Plain English Breakdown
The bill does not specify the exact details of how contributions or no-cost care will be adopted by rule, leaving some uncertainty in implementation specifics.
Experimental Treatment Access Trust Fund
This bill creates a trust fund to assist eligible patients with costs related to travel for experimental treatments, funded by contributions from licensed treatment centers.
What This Bill Does
- Creates the Experimental Treatment Access Trust Fund within the Department of Health.
- Allows licensed experimental treatment centers to contribute up to 2% of their net annual profits from experimental treatments to this fund.
- Licensed experimental treatment centers can provide care at no cost instead of contributing money.
- Sets a termination date for the trust fund on July 1, 2030, unless it is reviewed and extended earlier.
Who It Names or Affects
- Eligible patients with terminal conditions or rare diseases who need experimental treatments.

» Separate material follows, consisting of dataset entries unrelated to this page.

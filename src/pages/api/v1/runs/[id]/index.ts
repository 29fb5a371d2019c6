import { runChangeSchema } from '@/lib/schemas/run-shapes';
import { requireMember } from '@/lib/server/auth/guard';
import { endpoint, json, readJson } from '@/lib/server/http';
import { deleteRun, editRun } from '@/lib/server/store/run-log';
import { getRun, runSummary } from '@/lib/server/store/runs';

export const GET = endpoint(async ({ locals, params }) => {
  const member = requireMember(locals, 'workshop:read');
  return json(await member.inside((tx) => getRun(tx, member, params.id)));
});

export const PATCH = endpoint(async ({ locals, params, request }) => {
  const member = requireMember(locals, 'run:log');
  const change = await readJson(request, runChangeSchema);
  const run = await member.inside(async (tx) => {
    await editRun(tx, member, params.id, change);
    return runSummary(tx, member, params.id);
  });
  return json(run);
});

/** Only while it has no step at all. */
export const DELETE = endpoint(async ({ locals, params }) => {
  const member = requireMember(locals, 'run:delete-empty');
  await member.inside((tx) => deleteRun(tx, member, params.id));
  return new Response(null, { status: 204 });
});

- Licensed experimental treatment centers that can contribute to the trust fund or provide care at no cost.
Terms To Know
- Experimental Treatment Access Trust Fund
- A special fund created by the state to help people with terminal conditions or rare diseases pay for travel and costs related to experimental treatments.
- Licensed Experimental Treatment Centers
- Medical facilities that are allowed by law to provide new, unproven medical treatments to patients.
Limits and Unknowns
- The bill only takes effect if another piece of legislation (HB 1381) is also passed in the same session.
- It does not specify how much money will be available or what specific costs it covers for eligible patients.